Pour continuer à prendre de l’assurance et adopter une position plus verticale, toujours sans palmes, passons à une seconde étape. Cette fois à un endroit où vous avez juste pied ou près du bord de la piscine. Votre buste est bien droit, vos bras décrivent les mêmes mouvements que précédemment. Vos jambes sont légèrement écartées et fléchies. Votre pied, bien perpendiculaire, part vers l’arrière (en pliant le genou), puis sur le côté, et revient brusquement vers l’intérieur (en redressant la jambe). Comme si vous tapiez dans un ballon juste devant vous avec l’intérieur du pied. Ce geste correspond finalement à un mouvement de brasse pour chaque jambe, mais accompli de façon dissymétrique. La flottabilité obtenue est constante, mais le rythme du jeu de jambes est assez soutenu.
Vous pouvez aussi effectuer ce même mouvement utilisé pour nager la brasse en surface, mais cette fois-ci normalement, avec vos deux jambes simultanément (un mouvement de « grenouille »). La propulsion est plus puissante, mais marque un temps d’arrêt entre deux poussées. Le rôle de vos mains se bornera à pallier le manque de flottabilité au moment où vous préparez la phase de poussée. Les avant-bras sont pliés, les mains devant vous en opposition. Vous les faites se rejoindre, paumes vers l’intérieur lorsque vous ramenez les jambes pour préparer votre ciseau, vous les écartez, paumes tournées vers l’extérieur, au moment où vous fermez le ciseau.
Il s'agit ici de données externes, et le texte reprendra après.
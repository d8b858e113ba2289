"""The widths the mask polygons give each channel, measured after drawing.

A straight run along a grid axis keeps both its walls on the grid (the drawing puts its axis
where they fall on it), so rounding the outlines to the grid moves no wall. Across the middle
of each channel's longest such run (along x where it has one, else along y), the channel's
mask layer must be filled from one wall to the other and empty just beyond: points at half
the width less ``tolerance`` on either side of the centreline lie inside the layer, points at
half the width plus ``tolerance`` lie outside. That pins both walls to within ``tolerance`` of
where the solved width puts them, on the merged, grid-snapped polygons that the mask files are
written from. Point-in-polygon tests on a prepared layer keep it linear in the number of
channels.

A run at any other angle cannot keep its walls on the grid: rounding its corners to the grid
moves each wall by up to about half a grid step. Such runs are measured instead
(:func:`measure_across`), and the network counts them at the width they have on the mask
(see :attr:`chipflow.layout.model.DrawnChannels.hydraulic_length`).
"""

from __future__ import annotations

import numpy as np
import shapely

from chipflow.errors import LayoutError
from chipflow.layout.model import DrawnChannels, MaskLayer

__all__ = ["straight_cuts", "axis_cuts", "mask_widths", "check_mask_widths", "measure_across"]


def _longest(xy, idx, n, along, axis) -> tuple[np.ndarray, np.ndarray]:
    d = np.diff(xy, axis=0)
    seg_ch = idx[:-1]
    run = np.where(along, np.abs(d[:, axis]), 0.0)
    order = np.lexsort((run, seg_ch))
    last = np.r_[seg_ch[order][1:] != seg_ch[order][:-1], True]
    best = order[last]
    mid = np.full((n, 2), np.nan)
    length = np.zeros(n)
    mid[seg_ch[best]] = xy[best] + d[best] / 2
    length[seg_ch[best]] = run[best]
    return mid, length


def straight_cuts(centreline: np.ndarray) -> tuple[np.ndarray, np.ndarray]:
    """Middle of the longest run along x of each centreline [m], and that run's length [m].

    Parameters
    ----------
    centreline : numpy.ndarray of shapely.LineString
        Channel centrelines [m].

    Returns
    -------
    mid : numpy.ndarray
        (n, 2) cut points [m].
    run : numpy.ndarray
        (n,) length of the run cut [m]; 0 where a channel has no run along x.
    """
    mid, run, axis = axis_cuts(centreline)
    along_x = axis == 0
    return np.where(along_x[:, None], mid, np.nan), np.where(along_x, run, 0.0)


def axis_cuts(centreline: np.ndarray) -> tuple[np.ndarray, np.ndarray, np.ndarray]:
    """Middle of each centreline's longest run along x (else along y) [m], its length [m] and
    its axis (0: x, 1: y, -1: the channel has no run along a grid axis)."""
    xy, idx = shapely.get_coordinates(centreline, return_index=True)
    d = np.diff(xy, axis=0)
    same = idx[1:] == idx[:-1]
    n = centreline.size
    along_x = same & (np.abs(d[:, 1]) <= 1e-12) & (np.abs(d[:, 0]) > 0)
    mid_x, run_x = _longest(xy, idx, n, along_x, 0)
    use_x = run_x > 0
    if use_x.all():  # every channel has a run along x (every tree channel does)
        return mid_x, run_x, np.zeros(n, dtype=int)
    along_y = same & (np.abs(d[:, 0]) <= 1e-12) & (np.abs(d[:, 1]) > 0)
    mid_y, run_y = _longest(xy, idx, n, along_y, 1)
    use_y = ~use_x & (run_y > 0)
    mid = np.where(use_x[:, None], mid_x, mid_y)
    run = np.where(use_x, run_x, run_y)
    axis = np.where(use_x, 0, np.where(use_y, 1, -1))
    return mid, run, axis


def mask_widths(
    channels: DrawnChannels, layers: tuple[MaskLayer, ...], tolerance: float
) -> np.ndarray:
    """Each channel's width on its mask layer [m]: its solved width where both walls lie within
    ``tolerance`` [m] of it across the middle of its longest axis-aligned run, NaN otherwise
    (a wall moved, or the channel has no such run).
    """
    mid, run, axis = axis_cuts(channels.centreline)
    half = channels.width / 2
    ok = run > 0
    for li, layer in enumerate(layers):  # loop over mask layers, vectorised over channels
        sel = np.flatnonzero(ok & (channels.layer == li))
        if sel.size == 0:
            continue
        geom = layer.geometry
        shapely.prepare(geom)
        x, y, h = mid[sel, 0], mid[sel, 1], half[sel]
        across_y = axis[sel] == 0  # a run along x is crossed along y
        inside = shapely.contains_xy(geom, x, y)
        for s in (1.0, -1.0):
            for reach, want in ((h - tolerance, True), (h + tolerance, False)):
                px = np.where(across_y, x, x + s * reach)
                py = np.where(across_y, y + s * reach, y)
                hit = shapely.contains_xy(geom, px, py)
                inside &= hit if want else ~hit
        ok[sel] = inside
    return np.where(ok, channels.width, np.nan)


def measure_across(
    layer: shapely.Geometry, mid: np.ndarray, normal: np.ndarray, reach: np.ndarray
) -> np.ndarray:
    """Width [m] of ``layer`` along the lines through ``mid`` (n, 2) in the direction
    ``normal`` (n, 2, unit), each ``reach`` [m] long either side: the length of the piece of
    each line inside the layer that holds its middle (NaN where the middle is outside)."""
    if mid.shape[0] == 0:
        return np.zeros(0)
    a, b = mid - normal * reach[:, None], mid + normal * reach[:, None]
    lines = shapely.linestrings(np.stack((a, b), axis=1))
    cut = shapely.intersection(lines, layer)
    parts, which = shapely.get_parts(cut, return_index=True)
    dist = shapely.distance(parts, shapely.points(mid[which]))
    length = shapely.length(parts)
    out = np.full(mid.shape[0], np.nan)
    hit = dist <= 1e-12
    out[which[hit]] = length[hit]
    return out


def check_mask_widths(
    channels: DrawnChannels, layers: tuple[MaskLayer, ...], tolerance: float
) -> np.ndarray:
    """:func:`mask_widths`, raising :class:`LayoutError` where a channel with an axis-aligned
    run does not keep its solved width on the mask (a drawing fault: the network would not be
    the chip); channels without one give NaN (they are measured, see :func:`measure_across`).
    """
    widths = mask_widths(channels, layers, tolerance)
    _, run, _ = axis_cuts(channels.centreline)
    bad = np.flatnonzero(np.isnan(widths) & (run > 0))
    if bad.size:
        i = int(bad[0])
        name = (
            channels.names[i]
            if channels.names is not None
            else f"{channels.role[i]} generation {channels.generation[i]} #{channels.index[i]}"
        )
        raise LayoutError(
            f"{bad.size} channel(s) do not keep their width on the mask, e.g. "
            f"{name} ({channels.width[i] * 1e6:.4g} um): a wall moved by more than "
            f"{tolerance * 1e9:.3g} nm when the outlines were merged and put on the grid"
        )
    return widths
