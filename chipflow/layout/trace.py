"""Centreline traces: straight runs and circular arcs from a start point, and the exact
outline of a channel of given width around them."""

from __future__ import annotations

import math
from dataclasses import dataclass

import numpy as np

__all__ = ["Trace", "trace", "offset_ring", "split_trace", "reversed_pieces", "Piece"]

#: One piece of a centreline: ``("L", length)`` or ``("A", radius, signed angle)`` [m, rad]
#: (a positive angle turns left).
Piece = tuple


@dataclass(frozen=True)
class Trace:
    """A centreline starting at (0, 0): points, tangent heading at each point, exact length.

    Attributes
    ----------
    xy : numpy.ndarray
        (m, 2) points [m]; arcs are chords whose sagitta is at most the tolerance given.
    heading : numpy.ndarray
        (m,) tangent direction at each point [rad].
    length : float
        Exact length, arcs as true circles [m].
    bends : int
        Number of arcs.
    heading0 : float
        Direction at the start [rad].
    pieces : tuple
        The pieces followed (see :data:`Piece`), zero-length ones left out.
    """

    xy: np.ndarray  # (m, 2)
    heading: np.ndarray  # (m,)
    length: float
    bends: int
    heading0: float = 0.0
    pieces: tuple = ()


def trace(heading0: float, pieces: list[tuple], tol: float) -> Trace:
    """Follow ``pieces`` (``("L", length)`` or ``("A", radius, signed angle)``, + = left)."""
    pts = [(0.0, 0.0)]
    hs = [heading0]
    x = y = 0.0
    h = heading0
    total = 0.0
    bends = 0
    kept = []
    for piece in pieces:
        if piece[0] == "L":
            length = piece[1]
            if length <= 0:
                continue
            x += length * math.cos(h)
            y += length * math.sin(h)
            pts.append((x, y))
            hs.append(h)
            total += length
        else:
            _, radius, angle = piece
            if angle == 0:
                continue
            bends += 1
            step = 2 * math.acos(max(1 - tol / radius, -1.0))
            nseg = max(2, math.ceil(abs(angle) / step))
            side = math.copysign(1.0, angle)
            cx = x - side * radius * math.sin(h)
            cy = y + side * radius * math.cos(h)
            for j in range(1, nseg + 1):
                hj = h + angle * j / nseg
                pts.append((cx + side * radius * math.sin(hj), cy - side * radius * math.cos(hj)))
                hs.append(hj)
            x, y = pts[-1]
            h = h + angle
            total += radius * abs(angle)
        kept.append(tuple(piece))
    return Trace(np.array(pts), np.array(hs), total, bends, heading0, tuple(kept))


def reversed_pieces(pieces: tuple) -> tuple:
    """The same centreline followed from its end: pieces in reverse order, arcs turning the
    other way.

    >>> reversed_pieces((("L", 1.0), ("A", 2.0, 0.5)))
    (('A', 2.0, -0.5), ('L', 1.0))
    """
    return tuple(p if p[0] == "L" else ("A", p[1], -p[2]) for p in reversed(pieces))


def offset_ring(trace: Trace, width: float) -> np.ndarray:
    """Closed outline (2m, 2) of a channel of ``width`` around ``trace``: exact offsets."""
    normal = np.column_stack((-np.sin(trace.heading), np.cos(trace.heading)))
    left = trace.xy + 0.5 * width * normal
    right = trace.xy - 0.5 * width * normal
    return np.concatenate((left, right[::-1]))


def split_trace(trace: Trace, cut: float) -> tuple[Trace, Trace]:
    """``trace`` cut ``cut`` [m] before its end, inside its last straight run.

    Both parts share the very same cut point, so their outlines share two exact vertices.
    """
    h = float(trace.heading[-1])
    point = trace.xy[-1] - (cut * math.cos(h), cut * math.sin(h))
    head_xy = np.concatenate((trace.xy[:-1], point[None]))
    tail_xy = np.stack((point, trace.xy[-1]))
    head = Trace(head_xy, trace.heading, trace.length - cut, trace.bends, trace.heading0)
    return head, Trace(tail_xy, trace.heading[-2:], cut, 0, h)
Vous pouvez garder ainsi une position qui ne consomme pas une énergie débordante si le mouvement est bien exécuté. Surtout, si l’eau est calme, vous pouvez parler et respirer sans risquer d’être gêné.
Premiers ciseaux
Si ces deux exercices vous sont familiers, vous pouvez maintenant chausser vos palmes et passer aux choses sérieuses. Les palmes vont vous offrir un surcroît de portance significatif et la différence vous confortera définitivement des avantages de la nage palmée !
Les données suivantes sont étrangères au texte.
# OpenFst property bits (fst/properties.h).
_EXPANDED = 0x1
_ACCEPTOR, _NOT_ACCEPTOR = 0x10000, 0x20000
_I_DETERMINISTIC, _NON_I_DETERMINISTIC = 0x40000, 0x80000
_O_DETERMINISTIC, _NON_O_DETERMINISTIC = 0x100000, 0x200000
_EPSILONS, _NO_EPSILONS = 0x400000, 0x800000
_I_EPSILONS, _NO_I_EPSILONS = 0x1000000, 0x2000000
_O_EPSILONS, _NO_O_EPSILONS = 0x4000000, 0x8000000
_I_LABEL_SORTED, _NOT_I_LABEL_SORTED = 0x10000000, 0x20000000
_O_LABEL_SORTED, _NOT_O_LABEL_SORTED = 0x40000000, 0x80000000
_WEIGHTED, _UNWEIGHTED = 0x100000000, 0x200000000
_CYCLIC, _ACYCLIC = 0x400000000, 0x800000000
_INITIAL_ACYCLIC = 0x2000000000
_TOP_SORTED, _NOT_TOP_SORTED = 0x4000000000, 0x8000000000


@dataclasses.dataclass
class FstArrays:
    """An FST as flat arrays. Arcs are grouped by `src` in state order.

    `final_weights[s]` is inf where state s is not final; `start` is -1 for an FST
    without a start state.
    """

    num_states: int
    start: int
    final_weights: np.ndarray  # (num_states,) float32
    src: np.ndarray  # (num_arcs,) int32
    ilabel: np.ndarray  # (num_arcs,) int32
    olabel: np.ndarray  # (num_arcs,) int32
    weight: np.ndarray  # (num_arcs,) float32
    dst: np.ndarray  # (num_arcs,) int32
    isymbols: pynini.SymbolTable | None = None
    osymbols: pynini.SymbolTable | None = None
    arc_type: str = "standard"

    @property
    def num_arcs(self) -> int:
        return int(self.src.shape[0])


def _string(s: str) -> bytes:
    b = s.encode("utf-8")
    return struct.pack("<i", len(b)) + b


def _bad(message: str) -> StageError:
    return StageError("arrays_to_fst", message,
                      "this is a caller bug: pass arrays of equal length and valid ids")


def _same_as_previous(src: np.ndarray) -> np.ndarray:
    """For arcs grouped by state: True where arc i+1 leaves the same state as arc i."""
    return src[1:] == src[:-1]


def _known_properties(num_states: int, start: int, final_weights: np.ndarray,
                      src: np.ndarray, ilabel: np.ndarray, olabel: np.ndarray,
                      weight: np.ndarray, dst: np.ndarray) -> int:
    """Returns the property bits established from the arrays (arcs grouped by state)."""
    props = _EXPANDED
    props |= _ACCEPTOR if np.array_equal(ilabel, olabel) else _NOT_ACCEPTOR
    ieps = ilabel == 0
    oeps = olabel == 0
    props |= _I_EPSILONS if ieps.any() else _NO_I_EPSILONS
    props |= _O_EPSILONS if oeps.any() else _NO_O_EPSILONS
    props |= _EPSILONS if (ieps & oeps).any() else _NO_EPSILONS
    same = _same_as_previous(src)
    for labels, sorted_bit, unsorted_bit, det_bit, nondet_bit in (
            (ilabel, _I_LABEL_SORTED, _NOT_I_LABEL_SORTED, _I_DETERMINISTIC,
             _NON_I_DETERMINISTIC),
            (olabel, _O_LABEL_SORTED, _NOT_O_LABEL_SORTED, _O_DETERMINISTIC,
             _NON_O_DETERMINISTIC)):
        step = labels[1:].astype(np.int64) - labels[:-1]
        if (step[same] >= 0).all():
            # Sorted: equal labels on one state are adjacent, so determinism is cheap.
            props |= sorted_bit
            props |= nondet_bit if (step[same] == 0).any() else det_bit
        else:
            props |= unsorted_bit
    finite = final_weights[np.isfinite(final_weights)]
    weighted = bool((weight != 0).any()) or bool((finite != 0).any())
    props |= _WEIGHTED if weighted else _UNWEIGHTED
    if (dst > src).all():
        props |= _TOP_SORTED | _ACYCLIC | _INITIAL_ACYCLIC
    else:
        props |= _NOT_TOP_SORTED
        if (dst == src).any():
            props |= _CYCLIC
    return props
Le palmage de sustentation bien maîtrisé permet de rester en surface pour parler à un compagnon, nettoyer son masque, en régler la sangle ou inspecter les alentours. La tête hors de l’eau, vous palmez lentement et avec une grande amplitude, en pliant très peu le genou. Lorsque la jambe pousse vers l’avant, le pied est tendu, en pointe, pour que la voilure de la palme produise une poussée dirigée vers le bas. Le mouvement de retour reste tendu, le pied fléchit le moins possible pour conserver une action propulsive.
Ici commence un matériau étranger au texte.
def build_tree_graph(inputs: TreeInputs) -> TreeGraph:
    """Constructively builds det(L∘G) as arrays (see the module docstring).

    Raises:
        EmptyCompositionError: no complete path reads a word.
    """
    g, spelled = inputs.grammar, inputs.spelled
    ng = g.num_states
    sil = _silence_costs(spelled)
    branch = sil is not None  # BS states exist
    copies = branch and math.isfinite(sil.no_silence)  # BS copies B's arcs

    # G's back-off arcs and word arcs that have pronunciations.
    is_bo = g.ilabel == inputs.backoff_word
    bo_src, bo_dst = g.src[is_bo].astype(np.int64), g.dst[is_bo].astype(np.int64)
    bo_w = g.weight[is_bo].astype(np.float64)
    n_prons_of = inputs.prons_per_word
    word_arc = (~is_bo) & (n_prons_of[g.ilabel] > 0)
    w_src, w_word = g.src[word_arc].astype(np.int64), g.ilabel[word_arc].astype(np.int64)
    w_cost, w_dst = g.weight[word_arc].astype(np.float64), g.dst[word_arc].astype(np.int64)
    finals = g.final_weights.astype(np.float64)

    # Reachability on G's level: node q is B(q), node ng + q is BS(q).
    n_nodes = 2 * ng if branch else ng
    target = w_dst + ng if branch else w_dst  # where a word ends
    e_src, e_dst = [bo_src, w_src], [bo_dst, target]
    if branch:
        q_all = np.arange(ng, dtype=np.int64)
        e_src.append(q_all + ng)
        e_dst.append(q_all)  # silence
        if copies:
            e_src += [bo_src + ng, w_src + ng]
            e_dst += [bo_dst, target]
    e_src, e_dst = np.concatenate(e_src), np.concatenate(e_dst)
    start = g.start + ng if branch else g.start
    forward = reachable(n_nodes, e_src, e_dst, np.array([start]))
    is_final = np.zeros(n_nodes, dtype=bool)
    is_final[:ng] = np.isfinite(finals)
    if copies:
        is_final[ng:] = np.isfinite(finals)
    backward = _coaccessible(n_nodes, ng, bo_src, bo_dst, np.isfinite(finals))
    if backward is None:
        backward = reachable(n_nodes, e_dst, e_src, np.flatnonzero(is_final))
    keep = forward & backward
    if not keep[start]:
        raise _empty()
    # Each boundary state's distance to the end (tropical); the trees below add none
    # of their own, so these give every state's potential for the weight push.
    # A word's cheapest spelling: its G cost plus its cheapest pronunciation.
    cheapest = np.full(len(n_prons_of), np.inf)
    np.minimum.at(cheapest, spelled.words, spelled.costs)
    w_spell = w_cost + cheapest[w_word]
    # BS(q) costs min(-ln s, -ln(1 - s)) more than B(q) (silence, or B's arcs with the
    # cost of no silence), so the passes run on the B states alone.
    extra = min(sil.silence, sil.no_silence) if branch else 0.0
    dist_b = distances_to_final(ng, np.concatenate([bo_src, w_src]),
                                np.concatenate([bo_dst, w_dst]),
                                np.concatenate([bo_w, w_spell + extra]), finals)
    settled = dist_b is not None
    if not settled:  # a negative cycle: no potentials (the push stage falls back)
        dist_b = np.zeros(ng)
    dist = np.concatenate([dist_b, dist_b + extra]) if branch else dist_b
    bid = np.full(n_nodes, -1, dtype=np.int64)
    bid[keep] = np.arange(int(keep.sum()))
    nb = int(keep.sum())

    # Pairs (word arc, pronunciation) whose tree is entered and whose end is kept.
    root_b = np.where(keep[:ng], bid[:ng], -1)
    root_bs = np.where(keep[ng:], bid[ng:], -1) if copies else np.full(ng, -1, np.int64)
    entered = (root_b[w_src] >= 0) | (root_bs[w_src] >= 0)
    live = entered & keep[target]
    w_src, w_word, w_cost, target = w_src[live], w_word[live], w_cost[live], target[live]
    if len(w_src) == 0:
        raise _empty()
    shift = min(sil.silence, sil.no_silence) if branch and not np.any(target == start) \
        else 0.0
    by_word = np.argsort(spelled.words, kind="stable")
    word_first = np.zeros(len(n_prons_of) + 1, dtype=np.int64)
    np.cumsum(n_prons_of, out=word_first[1:])
    per_arc = n_prons_of[w_word]
    arc_of = np.repeat(np.arange(len(w_src)), per_arc)
    within = np.arange(int(per_arc.sum())) - np.repeat(np.cumsum(per_arc) - per_arc, per_arc)
    pron = by_word[word_first[w_word[arc_of]] + within]
    order = np.argsort(w_src[arc_of] * len(inputs.rank) + inputs.rank[pron], kind="stable")
    arc_of, pron = arc_of[order], pron[order]
    q = w_src[arc_of]
    cost = w_cost[arc_of] + spelled.costs[pron]
    word = w_word[arc_of]
    leaf_target = bid[target[arc_of]]
    strings = inputs.padded[pron]
    length = spelled.lengths[pron]
    n = len(pron)
    lcp = np.zeros(n, dtype=np.int64)
    if n > 1:
        same = q[1:] == q[:-1]
        lcp[1:] = np.where(same, _first_mismatch(strings[1:], strings[:-1]), 0)

    # The multi-word part of each tree, one depth at a time. The node "after c + 1
    # labels" of pair j exists for c + 1 < length[j]; it is new where the pair's common
    # prefix with its predecessor is at most c labels long. A node below which only one
    # word remains is not the tree's own: the rest of that word (its pronunciations
    # from there on, into the boundary state it ends in) is the same for every G state
    # with that word arc, so it is one shared "tail" (as in a determinization, whose
    # subsets there hold only chain states of that word and its G destination).
    wp = inputs.prefixes
    parts: list[tuple[np.ndarray, ...]] = []  # (src, ilabel, olabel, weight, dst)
    root_parts: list[tuple[np.ndarray, ...]] = []  # same, src is a G state (tree root)
    # Arcs whose source may be a root and whose target is a tree node, a tail (by key)
    # or an end state: (source node or -1, G state, ilabel, olabel, weight, kind, target).
    entries: list[tuple[np.ndarray, ...]] = []
    cur = np.full(n, -1, dtype=np.int64)  # deepest tree node so far per pair (-1: root)
    single_at = np.full(n, -1, dtype=np.int64)  # column where the pair's word is known
    node_min: list[np.ndarray] = []
    b_dist = dist[keep]  # per boundary state id
    end_dist = b_dist[leaf_target]
    node_dist: list[np.ndarray] = [b_dist]
    heights: list[np.ndarray] = []
    next_id = nb
    longest = int(length.max())
    for c in range(longest - 1):
        rows = np.flatnonzero((length > c + 1) & (single_at < 0))
        if len(rows) == 0:
            break
        new = lcp[rows] <= c
        seg = np.flatnonzero(new)
        mins = np.minimum.reduceat(cost[rows], seg)
        reach = np.minimum.reduceat(cost[rows] + end_dist[rows], seg)
        single = (np.minimum.reduceat(word[rows], seg) == np.maximum.reduceat(word[rows], seg))
        heads = rows[seg]
        parent = cur[heads]
        p_min = np.zeros(len(parent))
        inside = parent >= 0
        p_min[inside] = _gather(node_min, parent[inside] - nb)
        labels = strings[heads, c]
        # Segments whose word is known: an arc into the word's tail.
        one = single
        tail_key = leaf_target[heads[one]] * wp.count + wp.ids[pron[heads[one]], c]
        entries.append((parent[one], q[heads[one]], labels[one], word[heads[one]],
                        mins[one] - p_min[one], np.full(len(tail_key), _TAIL), tail_key))
        seg_of_row = np.cumsum(new) - 1
        single_at[rows[single[seg_of_row]]] = c
        # Segments still holding several words: tree nodes of their own.
        many = ~single
        ids = np.full(len(seg), -1, dtype=np.int64)
        ids[many] = next_id + np.arange(int(many.sum()))
        next_id += int(many.sum())
        entries.append((parent[many], q[heads[many]], labels[many],
                        np.zeros(int(many.sum()), dtype=np.int64), mins[many] - p_min[many],
                        np.full(int(many.sum()), _NODE), ids[many]))
        node_min.append(mins[many])
        node_dist.append(reach[many] - mins[many])
        heights.append(np.maximum.reduceat(length[rows], seg)[many] - (c + 1))
        moved = rows[~single[seg_of_row]]
        cur[moved] = ids[seg_of_row[~single[seg_of_row]]]
    n_tree = next_id - nb
    all_min = np.concatenate(node_min) if node_min else np.zeros(0)
    last = strings[np.arange(n), length - 1]

    # Leaves of pairs whose word stays open until their last label: in the tree.
    open_rows = single_at < 0
    src_node = cur[open_rows]
    p_min = np.zeros(len(src_node))
    p_min[src_node >= 0] = all_min[src_node[src_node >= 0] - nb]
    entries.append((src_node, q[open_rows], last[open_rows], word[open_rows],
                    cost[open_rows] - p_min, np.full(int(open_rows.sum()), _END),
                    leaf_target[open_rows]))

    # The tails: one node per (end boundary state, word prefix) some pair reaches.
    # Pairs with the same end, pronunciation and entry depth reach the same tail nodes:
    # take each such triple once (far fewer than pairs), then its tail nodes.
    done = np.flatnonzero(single_at >= 0)
    n_prons, width = len(spelled.lengths), int(longest)
    triples = unique_sorted((leaf_target[done] * n_prons + pron[done]) * width
                            + single_at[done])
    d_end = triples // (n_prons * width)
    d_pron = (triples // width) % n_prons
    d_col = triples % width
    span = spelled.lengths[d_pron] - 1 - d_col  # tail nodes below the entry
    e_of = np.repeat(np.arange(len(triples)), span)
    e_col = np.repeat(d_col, span) + (np.arange(int(span.sum()))
                                      - np.repeat(np.cumsum(span) - span, span))
    keys = unique_sorted(d_end[e_of] * wp.count + wp.ids[d_pron[e_of], e_col])
    tail_base = next_id
    t_end, t_wp = keys // wp.count, keys % wp.count
    has_parent = wp.parent[t_wp] >= 0
    parent_key = t_end * wp.count + np.maximum(wp.parent[t_wp], 0)
    found = np.searchsorted(keys, parent_key)
    found = np.minimum(found, len(keys) - 1)
    inner_tail = has_parent & (keys[found] == parent_key) if len(keys) else has_parent
    parts.append((tail_base + found[inner_tail], wp.label[t_wp[inner_tail]],
                  np.zeros(int(inner_tail.sum()), dtype=np.int64),
                  wp.min_cost[t_wp[inner_tail]] - wp.min_cost[wp.parent[t_wp[inner_tail]]],
                  tail_base + np.flatnonzero(inner_tail)))
    # A tail's leaves: the last label of each pronunciation, into the end state.
    leaf_pairs = unique_sorted(d_end * n_prons + d_pron)
    l_end, l_pron = leaf_pairs // len(spelled.lengths), leaf_pairs % len(spelled.lengths)
    l_wp = wp.ids[l_pron, spelled.lengths[l_pron] - 2]
    l_src = tail_base + np.searchsorted(keys, l_end * wp.count + l_wp)
    l_last = inputs.padded[l_pron, spelled.lengths[l_pron] - 1]
    parts.append((l_src, l_last, np.zeros(len(l_src), dtype=np.int64),
                  spelled.costs[l_pron] - wp.min_cost[l_wp], l_end))
    next_id = tail_base + len(keys)
    heights.append(wp.longest[t_wp] - wp.depth[t_wp])
    node_dist.append(b_dist[t_end])  # a tail's cheapest way out costs nothing extra

    # Arcs into tree nodes, tails and end states: from a tree node, or from a root.
    e_src, e_q, e_il, e_ol, e_w, e_kind, e_dst = (
        np.concatenate([np.asarray(x[i]) for x in entries]) for i in range(7))
    dst = e_dst.astype(np.int64).copy()
    is_tail = e_kind == _TAIL
    dst[is_tail] = tail_base + np.searchsorted(keys, e_dst[is_tail])
    from_node = e_src >= 0
    parts.append((e_src[from_node], e_il[from_node], e_ol[from_node], e_w[from_node],
                  dst[from_node]))
    at_root = ~from_node
    root_parts.append((e_q[at_root], e_il[at_root], e_ol[at_root], e_w[at_root],
                       dst[at_root]))

    # Boundary arcs: each tree root's arcs from B(q) and (no silence) from BS(q). As in
    # a determinization, the cheaper of silence / no silence is paid on the arc into
    # BS(q) and BS(q)'s own arcs carry only the difference (`shift`); the start state
    # BS(q0) then pays it on its own arcs (unless words also end in it: shift 0).
    r_q, r_il, r_ol, r_w, r_dst = (np.concatenate(x) for x in zip(*root_parts))
    for roots, extra in ((root_b, 0.0), (root_bs, sil.no_silence - shift if copies else 0.0)):
        src = roots[r_q]
        ok = src >= 0
        parts.append((src[ok], r_il[ok], r_ol[ok], r_w[ok] + extra, r_dst[ok]))
    bo_label = spelled.backoff_label
    for offset, extra in ((0, 0.0), (ng, sil.no_silence - shift if copies else None)):
        if extra is None or (offset and not copies):
            continue
        src, dst = bid[bo_src + offset], bid[bo_dst]
        ok = (src >= 0) & (dst >= 0)
        parts.append((src[ok], np.full(int(ok.sum()), bo_label), np.zeros(int(ok.sum())),
                      bo_w[ok] + extra, dst[ok]))
    if branch:
        src, dst = bid[ng:], bid[:ng]
        ok = (src >= 0) & (dst >= 0)
        parts.append((src[ok], np.full(int(ok.sum()), spelled.silence),
                      np.zeros(int(ok.sum())), np.full(int(ok.sum()), sil.silence - shift),
                      dst[ok]))

    num_states = next_id
    final = np.full(num_states, np.inf)
    final[bid[:ng][keep[:ng]]] = finals[keep[:ng]]
    if copies:
        final[bid[ng:][keep[ng:]]] = finals[keep[ng:]] + sil.no_silence - shift
    src, il, ol, w, dst = (np.concatenate([np.asarray(p[i]) for p in parts]) for i in range(5))
    if shift:
        is_bs = np.zeros(num_states, dtype=bool)
        is_bs[bid[ng:][keep[ng:]]] = True
        w = w.astype(np.float64) + np.where(is_bs[dst], shift, 0.0)
        first = bid[start]
        w[src == first] += shift
        final[first] += shift
    # (state, input label) is unique in a deterministic machine: one key sorts both.
    order = np.argsort(src.astype(np.int64) * (int(il.max(initial=0)) + 1) + il)
    arcs = FstArrays(num_states, int(bid[start]), final.astype(np.float32),
                     src[order].astype(np.int32), il[order].astype(np.int32),
                     ol[order].astype(np.int32), w[order].astype(np.float32),
                     dst[order].astype(np.int32))
    nodes = np.flatnonzero(keep)
    if shift:  # BS states' arcs carry `shift` less (the start state's do not)
        node_dist[0] = np.where((nodes >= ng) & (nodes != start), node_dist[0] - shift,
                                node_dist[0])
    return TreeGraph(arcs, nb, nodes % ng, nodes >= ng,
                     np.concatenate(heights).astype(np.int64),
                     np.concatenate(node_dist) if settled else None, inputs, n, n_tree,
                     len(keys))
Le buste reste droit, le bassin bien ancré dans l’axe des épaules. Attention, si votre buste s’incline, la force ascendante qui vous maintient en surface va se transformer en une énergie qui vous échappera et accentuera le basculement de votre corps
Même si cette technique est très simple à mettre en œuvre, les premières fois, aidez-vous de vos mains sous l’eau comme de stabilisateurs latéraux. Cela vous permettra de vous concentrer sur le travail de palmage en récupérant les petits dérapages de verticalité. Une des erreurs les plus souvent observées consiste à palmer trop fort, les épaules et le haut du buste sortent de l’eau et la verticalité est difficile à maintenir. C’est inutile, très coûteux en énergie et rend votre position très instable. Pour trouver le meilleur compromis, il vous faudra jouer sur la partie du corps maintenue sous l’eau, l’amplitude et le rythme des mouvements de palmes.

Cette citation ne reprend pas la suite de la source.